What is expected
Each line of the data below that includes the string "heldTo" must be copied.

The input

-- Opening Marker --

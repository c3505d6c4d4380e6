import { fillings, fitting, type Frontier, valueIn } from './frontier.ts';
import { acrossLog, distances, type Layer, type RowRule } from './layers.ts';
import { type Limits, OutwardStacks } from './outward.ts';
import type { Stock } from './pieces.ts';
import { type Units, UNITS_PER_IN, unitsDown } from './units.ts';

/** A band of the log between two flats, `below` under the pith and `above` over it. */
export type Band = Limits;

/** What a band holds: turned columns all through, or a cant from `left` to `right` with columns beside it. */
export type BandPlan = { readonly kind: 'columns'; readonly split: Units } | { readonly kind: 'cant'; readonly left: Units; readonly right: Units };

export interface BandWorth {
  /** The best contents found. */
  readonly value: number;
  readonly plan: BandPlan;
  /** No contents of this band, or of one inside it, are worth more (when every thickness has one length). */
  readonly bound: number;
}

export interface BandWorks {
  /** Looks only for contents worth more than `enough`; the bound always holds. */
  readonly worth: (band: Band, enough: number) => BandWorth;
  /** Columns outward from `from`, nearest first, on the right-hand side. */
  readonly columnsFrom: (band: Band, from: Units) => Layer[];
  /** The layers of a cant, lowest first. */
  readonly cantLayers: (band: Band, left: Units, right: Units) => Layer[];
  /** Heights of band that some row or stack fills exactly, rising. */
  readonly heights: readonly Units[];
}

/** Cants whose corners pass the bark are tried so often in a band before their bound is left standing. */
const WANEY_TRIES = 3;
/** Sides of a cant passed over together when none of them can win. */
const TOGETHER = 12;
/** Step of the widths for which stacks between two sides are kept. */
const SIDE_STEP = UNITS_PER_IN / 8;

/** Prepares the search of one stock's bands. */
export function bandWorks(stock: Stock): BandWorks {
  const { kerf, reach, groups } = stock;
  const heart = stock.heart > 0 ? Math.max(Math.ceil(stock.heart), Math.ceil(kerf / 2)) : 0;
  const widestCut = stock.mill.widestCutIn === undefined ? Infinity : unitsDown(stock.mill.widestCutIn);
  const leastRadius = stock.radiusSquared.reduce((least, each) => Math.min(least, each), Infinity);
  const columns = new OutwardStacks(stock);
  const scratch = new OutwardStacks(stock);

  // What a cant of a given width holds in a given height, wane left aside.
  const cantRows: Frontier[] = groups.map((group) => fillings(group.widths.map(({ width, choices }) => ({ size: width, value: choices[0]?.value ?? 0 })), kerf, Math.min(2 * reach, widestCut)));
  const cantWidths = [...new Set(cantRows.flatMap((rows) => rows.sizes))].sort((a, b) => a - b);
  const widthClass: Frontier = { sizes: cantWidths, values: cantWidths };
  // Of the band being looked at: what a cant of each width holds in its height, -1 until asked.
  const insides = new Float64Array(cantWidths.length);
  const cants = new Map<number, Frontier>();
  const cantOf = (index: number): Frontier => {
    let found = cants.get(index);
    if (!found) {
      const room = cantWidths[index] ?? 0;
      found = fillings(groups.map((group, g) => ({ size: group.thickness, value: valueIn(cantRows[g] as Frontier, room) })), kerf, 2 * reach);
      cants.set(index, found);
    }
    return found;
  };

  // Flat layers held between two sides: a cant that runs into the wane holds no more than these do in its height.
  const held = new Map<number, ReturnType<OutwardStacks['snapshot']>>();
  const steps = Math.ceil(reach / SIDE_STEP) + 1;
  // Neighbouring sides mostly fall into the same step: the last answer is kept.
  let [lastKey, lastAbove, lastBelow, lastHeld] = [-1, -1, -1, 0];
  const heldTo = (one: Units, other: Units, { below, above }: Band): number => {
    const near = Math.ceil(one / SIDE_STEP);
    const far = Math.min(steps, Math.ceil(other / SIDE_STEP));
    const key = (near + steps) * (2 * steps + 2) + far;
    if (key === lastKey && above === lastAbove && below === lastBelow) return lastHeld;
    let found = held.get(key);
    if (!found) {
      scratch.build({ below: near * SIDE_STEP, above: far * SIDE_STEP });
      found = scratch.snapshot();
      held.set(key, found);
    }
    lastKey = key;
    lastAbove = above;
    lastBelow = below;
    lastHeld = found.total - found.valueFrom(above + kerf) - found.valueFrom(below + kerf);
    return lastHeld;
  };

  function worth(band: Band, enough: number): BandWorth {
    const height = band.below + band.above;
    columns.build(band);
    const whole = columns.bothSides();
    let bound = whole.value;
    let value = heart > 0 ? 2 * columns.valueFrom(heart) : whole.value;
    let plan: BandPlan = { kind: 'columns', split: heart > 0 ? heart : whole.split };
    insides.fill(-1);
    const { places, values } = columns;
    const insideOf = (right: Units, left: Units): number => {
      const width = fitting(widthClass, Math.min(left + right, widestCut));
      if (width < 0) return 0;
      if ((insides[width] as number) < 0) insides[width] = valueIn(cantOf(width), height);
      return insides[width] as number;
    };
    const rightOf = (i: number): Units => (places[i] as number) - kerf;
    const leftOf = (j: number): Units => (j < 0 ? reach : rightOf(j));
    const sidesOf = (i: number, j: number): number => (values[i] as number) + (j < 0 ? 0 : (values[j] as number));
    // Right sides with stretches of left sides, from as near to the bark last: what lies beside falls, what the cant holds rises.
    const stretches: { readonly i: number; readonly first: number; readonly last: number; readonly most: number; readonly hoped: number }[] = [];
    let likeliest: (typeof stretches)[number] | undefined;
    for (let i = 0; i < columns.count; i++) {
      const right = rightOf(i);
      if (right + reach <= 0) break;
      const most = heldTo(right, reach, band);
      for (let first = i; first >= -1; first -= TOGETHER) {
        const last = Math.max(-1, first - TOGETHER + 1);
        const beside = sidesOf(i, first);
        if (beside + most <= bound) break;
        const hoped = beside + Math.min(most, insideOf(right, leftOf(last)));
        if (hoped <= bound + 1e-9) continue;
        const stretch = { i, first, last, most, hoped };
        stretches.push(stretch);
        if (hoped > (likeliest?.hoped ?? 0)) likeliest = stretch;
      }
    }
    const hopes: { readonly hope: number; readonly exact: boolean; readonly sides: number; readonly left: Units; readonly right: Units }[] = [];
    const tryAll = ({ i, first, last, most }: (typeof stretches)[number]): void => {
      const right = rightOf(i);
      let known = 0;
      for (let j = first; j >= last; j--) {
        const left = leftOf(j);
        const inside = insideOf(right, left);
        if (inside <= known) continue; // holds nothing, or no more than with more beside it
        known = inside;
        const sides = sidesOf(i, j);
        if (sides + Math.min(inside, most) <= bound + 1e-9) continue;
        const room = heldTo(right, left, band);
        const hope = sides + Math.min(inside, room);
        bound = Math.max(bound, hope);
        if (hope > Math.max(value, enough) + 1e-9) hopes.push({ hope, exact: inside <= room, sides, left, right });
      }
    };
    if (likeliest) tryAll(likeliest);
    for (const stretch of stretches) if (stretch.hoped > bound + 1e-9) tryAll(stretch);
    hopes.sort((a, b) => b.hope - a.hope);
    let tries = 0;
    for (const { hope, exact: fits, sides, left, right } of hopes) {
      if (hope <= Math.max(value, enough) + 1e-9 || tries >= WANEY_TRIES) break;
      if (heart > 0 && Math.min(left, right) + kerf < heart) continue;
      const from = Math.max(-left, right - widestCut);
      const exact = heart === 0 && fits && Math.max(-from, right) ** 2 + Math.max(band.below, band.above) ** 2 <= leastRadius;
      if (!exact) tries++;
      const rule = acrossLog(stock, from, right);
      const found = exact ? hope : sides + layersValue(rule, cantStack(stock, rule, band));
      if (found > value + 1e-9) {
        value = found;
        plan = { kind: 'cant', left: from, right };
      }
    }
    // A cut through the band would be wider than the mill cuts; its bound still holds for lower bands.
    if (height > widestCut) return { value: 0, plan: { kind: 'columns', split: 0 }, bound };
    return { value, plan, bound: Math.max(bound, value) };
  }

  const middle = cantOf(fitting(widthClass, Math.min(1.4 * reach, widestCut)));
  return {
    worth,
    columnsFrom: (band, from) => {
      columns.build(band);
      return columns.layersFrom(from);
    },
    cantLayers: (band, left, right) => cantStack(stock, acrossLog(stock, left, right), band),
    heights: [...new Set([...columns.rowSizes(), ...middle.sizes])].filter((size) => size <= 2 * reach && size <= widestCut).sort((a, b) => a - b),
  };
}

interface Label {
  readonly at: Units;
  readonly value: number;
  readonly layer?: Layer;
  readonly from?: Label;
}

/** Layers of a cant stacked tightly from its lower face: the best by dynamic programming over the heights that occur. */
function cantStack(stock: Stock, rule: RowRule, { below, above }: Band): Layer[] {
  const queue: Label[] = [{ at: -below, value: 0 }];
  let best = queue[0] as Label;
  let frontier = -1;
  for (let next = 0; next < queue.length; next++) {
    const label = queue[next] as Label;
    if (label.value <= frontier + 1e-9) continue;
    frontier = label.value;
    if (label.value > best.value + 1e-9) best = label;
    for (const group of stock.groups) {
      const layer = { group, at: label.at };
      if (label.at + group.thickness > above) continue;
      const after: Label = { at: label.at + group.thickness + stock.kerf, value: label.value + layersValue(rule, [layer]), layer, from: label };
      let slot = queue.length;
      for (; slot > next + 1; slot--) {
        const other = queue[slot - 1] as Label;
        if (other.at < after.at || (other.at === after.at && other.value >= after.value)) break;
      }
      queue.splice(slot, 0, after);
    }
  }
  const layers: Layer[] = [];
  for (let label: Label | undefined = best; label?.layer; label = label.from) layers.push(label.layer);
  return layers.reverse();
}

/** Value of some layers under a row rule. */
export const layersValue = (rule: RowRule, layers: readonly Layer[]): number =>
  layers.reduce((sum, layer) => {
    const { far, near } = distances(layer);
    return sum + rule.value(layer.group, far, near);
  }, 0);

-- Closing Marker --
-- Opening Marker --

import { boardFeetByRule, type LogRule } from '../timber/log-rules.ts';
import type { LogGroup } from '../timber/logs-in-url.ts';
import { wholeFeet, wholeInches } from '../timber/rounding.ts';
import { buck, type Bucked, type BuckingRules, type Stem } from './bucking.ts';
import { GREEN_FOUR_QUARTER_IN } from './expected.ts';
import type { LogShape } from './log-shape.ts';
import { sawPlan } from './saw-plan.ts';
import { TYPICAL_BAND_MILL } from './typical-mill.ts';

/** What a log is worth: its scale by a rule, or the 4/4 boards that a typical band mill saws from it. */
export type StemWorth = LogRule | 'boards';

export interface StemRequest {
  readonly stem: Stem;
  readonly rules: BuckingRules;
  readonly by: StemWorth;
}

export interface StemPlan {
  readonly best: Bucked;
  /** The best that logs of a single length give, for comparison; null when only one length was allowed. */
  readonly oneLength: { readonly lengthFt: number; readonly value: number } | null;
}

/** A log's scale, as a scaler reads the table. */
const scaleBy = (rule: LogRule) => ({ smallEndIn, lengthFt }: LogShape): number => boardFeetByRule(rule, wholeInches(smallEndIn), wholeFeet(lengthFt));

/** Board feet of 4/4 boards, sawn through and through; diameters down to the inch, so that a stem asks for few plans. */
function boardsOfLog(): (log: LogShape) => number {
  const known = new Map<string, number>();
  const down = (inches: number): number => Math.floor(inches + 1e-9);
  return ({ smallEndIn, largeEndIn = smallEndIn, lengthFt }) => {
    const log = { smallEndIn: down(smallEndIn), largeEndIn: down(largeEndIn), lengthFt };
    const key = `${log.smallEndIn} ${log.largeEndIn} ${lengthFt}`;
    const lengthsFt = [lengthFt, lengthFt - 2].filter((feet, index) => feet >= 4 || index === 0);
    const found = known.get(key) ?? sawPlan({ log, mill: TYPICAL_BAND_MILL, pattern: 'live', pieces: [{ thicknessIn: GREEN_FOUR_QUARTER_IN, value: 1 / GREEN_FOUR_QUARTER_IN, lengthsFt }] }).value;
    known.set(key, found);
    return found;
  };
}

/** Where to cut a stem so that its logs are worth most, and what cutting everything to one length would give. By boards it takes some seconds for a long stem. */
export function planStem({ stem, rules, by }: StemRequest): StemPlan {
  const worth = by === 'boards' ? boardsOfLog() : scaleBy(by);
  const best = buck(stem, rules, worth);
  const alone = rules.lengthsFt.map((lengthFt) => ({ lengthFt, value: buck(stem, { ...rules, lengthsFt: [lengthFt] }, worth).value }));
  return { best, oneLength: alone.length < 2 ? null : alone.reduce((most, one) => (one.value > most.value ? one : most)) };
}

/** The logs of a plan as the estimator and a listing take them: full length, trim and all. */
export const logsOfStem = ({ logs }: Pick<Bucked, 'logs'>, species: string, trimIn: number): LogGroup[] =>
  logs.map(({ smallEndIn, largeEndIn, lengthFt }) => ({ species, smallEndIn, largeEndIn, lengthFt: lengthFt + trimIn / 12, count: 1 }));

-- Closing Marker --

Exercise output
  const heldTo = (one: Units, other: Units, { below, above }: Band): number => {
      const most = heldTo(right, reach, band);
        const room = heldTo(right, left, band);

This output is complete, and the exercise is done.